*** Entries provided

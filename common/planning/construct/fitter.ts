import type { Ask, Leniency } from './ask';
import { type Calendar, NEVER } from './calendar';
import { type Compiled, HOLD_DWELL, HOLD_UNTIL, HOLD_WORK } from './compiled';
import { curedBy } from './cured-by';
import type { Fit, Layout } from './layout';
import { WorkBuilder } from './work-builder';

/**
 * Finds the first time at which one stage fits beside what is laid out already, for one crew and one set of bays: serial
 * generation's inner step (Kelley 1963), on interval calendars. Each clash moves the start past what it clashed with, so the
 * search only goes forward and ends with the horizon.
 */
export class Fitter {
  private readonly compiled: Compiled;
  private readonly builder: WorkBuilder;

  constructor(private readonly layout: Layout) {
    this.compiled = layout.compiled;
    this.builder = new WorkBuilder(layout);
  }

  get leniency(): Leniency {
    return this.builder.leniency;
  }

  set leniency(leniency: Leniency) {
    this.builder.leniency = leniency;
  }

  /** Fits a stage as early as may be; false where it fits nowhere before `lastStart` and the horizon's end. */
  fit(ask: Ask, out: Fit): boolean {
    const { builder } = this;
    builder.prepare(ask);
    let t = ask.lowStart;
    while (t <= ask.lastStart) {
      if (!builder.build(ask, t, out) || builder.until > this.compiled.horizonMinutes) return false;
      const { from, until } = builder;
      if (from > ask.lastStart || until > ask.lastEnd) return false;
      const finish = this.dwellEnd(ask, until);
      const retry = this.nextTry(ask, from, until, finish);
      if (retry < 0) {
        out.start = from;
        out.end = until;
        out.finish = finish;
        return true;
      }
      if (retry >= NEVER) return false;
      t = Math.max(retry, from + 1);
    }
    return false;
  }

  /** When a stage's dwell would end after work that ends at an instant, where it is housed. */
  dwellEnd(ask: Pick<Ask, 'stage' | 'housing'>, end: number): number {
    return this.curedBy(ask.stage, ask.housing, end, this.compiled.work.dwellAge[ask.stage]);
  }

  /** The first minute by which an age is gained after `end` where the stage dwells. */
  curedBy(stage: number, housing: Int32Array | null, end: number, age: number): number {
    return curedBy(this.compiled, stage, housing, end, age);
  }

  /** -1 where all but the work itself holds too; else the next start worth trying. */
  private nextTry(ask: Ask, start: number, end: number, finish: number): number {
    if (finish >= NEVER) return NEVER;
    const late = Math.max(ask.lowEnd - end, ask.lowFinish - finish);
    if (late > 0) return start + late;
    const unattended = this.leniency === 'calendars' ? 0 : this.unattendedMinutes(ask, end);
    if (unattended > 0) return start + unattended;
    if (this.leniency !== 'none' || !ask.housing) return -1;
    return this.bayClash(ask, start, end, finish);
  }

  /** Minutes by which the end has to move for somebody's shift to reach over the attended time; 0 where one does. */
  private unattendedMinutes(ask: Ask, end: number): number {
    const attended = this.compiled.work.attended[ask.stage];
    if (attended === 0 || !ask.crew) return 0;
    let least = NEVER;
    for (const maker of ask.crew.makers) {
      const calendar = this.calendarOf(maker, ask.overtime);
      const i = calendar.indexAt(end);
      if (i >= calendar.count) continue;
      if (calendar.starts[i] <= end && calendar.ends[i] >= end + attended) return 0;
      // The work ends exactly where a shift starts, or inside one that is too short: it has to end in a later one.
      least = Math.min(least, calendar.starts[i] > end ? calendar.starts[i] - end : calendar.ends[i] - end + 1);
    }
    return least;
  }

  private bayClash(ask: Ask, start: number, end: number, finish: number): number {
    const { placeOf, placeUnits, placeHold, placeUntil } = this.compiled.work;
    const housing = ask.housing as Int32Array;
    let retry = -1;
    for (let k = 0; k < housing.length; k += 1) {
      const place = placeOf[ask.stage] + k;
      let until = end;
      if (placeHold[place] === HOLD_DWELL) until = finish;
      if (placeHold[place] === HOLD_UNTIL) {
        const last = placeUntil[place];
        // Until the stage that lets go has a place, its own dwell is the least that a hold will last.
        until = last >= 0 && this.layout.isPlaced[last] === 1 ? Math.max(end, this.layout.end[last]) : finish;
      }
      retry = Math.max(retry, this.layout.bays[housing[k]].clashEnd(start, until, placeUnits[place]));
    }
    return retry;
  }

  /**
   * An instant before which no crew of a stage can begin, for the room that its bays have from `low` on: time for so many minutes
   * of work when anyone is there, and for the dwell.
   */
  bayFreeFrom(ask: Ask, minutes: number, dwell: number, low: number): number {
    const { work } = this.compiled;
    const { stage, housing } = ask;
    if (housing === null || housing.length === 0) return low;
    const time = minutes > 0 ? this.builder.times.ofAny(stage, ask.overtime, housing) : null;
    let t = low;
    for (let settled = false; !settled && t < NEVER;) {
      settled = true;
      const start = time ? time.nextFrom(t) : t;
      const end = time ? time.endOf(t, minutes) : t + minutes;
      if (start >= NEVER || end >= NEVER) return NEVER;
      t = start;
      for (let k = 0; k < housing.length; k += 1) {
        const place = work.placeOf[stage] + k;
        const until = work.placeHold[place] === HOLD_WORK ? end : end + dwell;
        const clash = this.layout.bays[housing[k]].clashEnd(start, until, work.placeUnits[place]);
        if (clash <= t) continue;
        t = clash;
        settled = false;
      }
    }
    return t;
  }

  private calendarOf(maker: number, overtime: boolean): Calendar {
    const { ordinary, extended } = this.compiled.makers;
    return overtime ? extended[maker] : ordinary[maker];
  }
}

******

# Task
The answer should consist of every line above in which "with" appears.

# Output
 * generation's inner step (Kelley 1963), on interval calendars. Each clash moves the start past what it clashed with, so the
 * search only goes forward and ends with the horizon.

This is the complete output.